What Is International Marketing?

 


International Marketing is the multinational process of planning and executing the conception, pricing, promotion and distribution of ideas, goods, and services to create exchanges that satisfy individual and organizational objectives.

International marketing deals with the following questions:

  • What are the distinct problems of international marketing?
  • Why firms seek to sell overseas?
  • What are the factors determining which markets to enter?
  • What are different methods of entry overseas?
  • What are arguments for and against using the Marketing Mix model overseas?


Definition of international marketing

International marketing means selling the business’s products in foreign markets which are other than the original domestic market. A particular application of marketing concerned with developing and managing trade across international boundaries.

In its marketing activities, a business reduces reliance on intermediaries and establishes direct involvement in the countries in which trade takes place.

The main reasons why businesses may want to sell overseas include achieving higher growth in sales, utilizing excess production capacity, benefiting from economies of scale, spreading Research and Development (R&D) costs over a larger market, finding new markets for existing products or reducing dependence on domestic market. Additionally, home market might be static, declining or too competitive for the firm to thrive.

International marketing is more difficult than domestic marketing, because a business needs to deal with many external factors and constraints that are uncontrollable. Such differences include political systems, legislation, language, cultures, etc. A lack of understanding and respect of different cultures can make it difficult to operate successfully even large businesses.

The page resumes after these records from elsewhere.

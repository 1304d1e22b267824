"""`tunetrace demo`: the simulated weigh-station board (sim://) with a per-channel demo chain."""

from __future__ import annotations

import argparse

from monitor.commands.common import positive_float
from monitor.crc import CRC_NAMES
from monitor.errors import UserError
from monitor.framing_binary import FRAMINGS

DEMO_RATE_HZ = 250.0

# The demo's starting chain (demo numbers, a sensible first guess to tune from):
# every channel carries 50 Hz mains, 18 Hz belt vibration, white noise and rare
# spikes, and each wants a different filter.
DEMO_CHAIN = """\
# Conveyor weigh station, 250 Hz: one sensible starting chain per channel.
rate_hz = 250.0

# load [kg]: knock out single-sample spikes, then mains, then smooth hard;
# a parcel step still settles in well under half a second.
[[stage]]
kind = "median"
window = 5
channels = ["load"]

[[stage]]
kind = "notch"
freq_hz = 50.0
q = 30.0
channels = ["load", "current"]

[[stage]]
kind = "butterworth"
band = "lowpass"
order = 4
cutoff_hz = 5.0
channels = ["load"]

# current [A]: mains removed above; a light RC low-pass keeps the motor's
# response to load changes visible.
[[stage]]
kind = "rc-lowpass"
cutoff_hz = 20.0
method = "tustin-prewarp"
channels = ["current"]

# vib [g]: keep the band around the 18 Hz belt line, drop drift and mains.
[[stage]]
kind = "butterworth"
band = "bandpass"
order = 2
low_hz = 12.0
high_hz = 25.0
channels = ["vib"]
"""


def add_arguments(parser: argparse.ArgumentParser) -> None:
    from monitor.stats import FIGURES_HELP

    parser.epilog = FIGURES_HELP
    parser.add_argument("--plain", action="store_true",
                        help="no UI: print one stats line per second on stdout")
    parser.add_argument("--duration", type=positive_float, metavar="S",
                        help="stop after S seconds")
    parser.add_argument("--chain", metavar="FILE",
                        help="start from this chain file instead of the demo chain")
    parser.add_argument("--seed", type=int, default=1, metavar="N",
                        help="random seed of the simulated board (default 1)")
    parser.add_argument("--record", metavar="FILE",
                        help="record every raw sample to this CSV file")
    parser.add_argument("--framing", choices=FRAMINGS, default="text",
                        help="what the simulated board sends: text lines (default) or binary "
                             "frames (cobs, slip, sync) with counter, microsecond time and CRC")
    parser.add_argument("--crc", choices=CRC_NAMES, default=None,
                        help="checksum of the binary frames (default crc16-ccitt)")


def run(args: argparse.Namespace) -> int:
    from monitor.commands.common import build_pipeline, parse_chain_text, read_chain_text
    from monitor.commands.live import run_session

    if args.seed < 0:
        raise UserError(f"--seed {args.seed} must be 0 or a positive whole number.")
    name = args.chain or "the demo chain"
    text = read_chain_text(args.chain) if args.chain else DEMO_CHAIN
    spec = parse_chain_text(text, name)
    rate = spec.rate_hz or DEMO_RATE_HZ           # the board runs at the chain's rate
    args.rate = None if spec.rate_hz else rate
    url = f"sim://?rate={rate:g}&seed={args.seed}"
    if args.framing != "text":
        url += f"&format={args.framing}" + (f"&crc={args.crc}" if args.crc else "")
    pipeline = build_pipeline(args, url,
                              chain_text=text, chain_name=name)
    return run_session(pipeline, args)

Example 1: Walmart, the world’s largest hypermarket (superstore), was not very successful in Germany due to cultural insensitivity as one of the major causes. It did not acknowledge the differences in customer behavior and culture in Germany when compared to its US customers. For example, Walmart’s friendly shop assistants were helping customers to pack shopping bags at the supermarket while German customers do not like to be assisted because they prefer to do their own search for bargains. Finally, Walmart sold its stores in Germany to local rival Metro.

So, what questions does a company need to ask when thinking of engaging in international marketing for the first time?

  • Should the organization seek overseas markets?
  • Which countries?
  • How should it enter these markets?
  • What products to sell? Do those products need to be adapted?
  • How and to what extent does the Marketing Mix need to be adapted?

In short, international marketing means marketing and trading a good or service to consumers outside the company’s home country.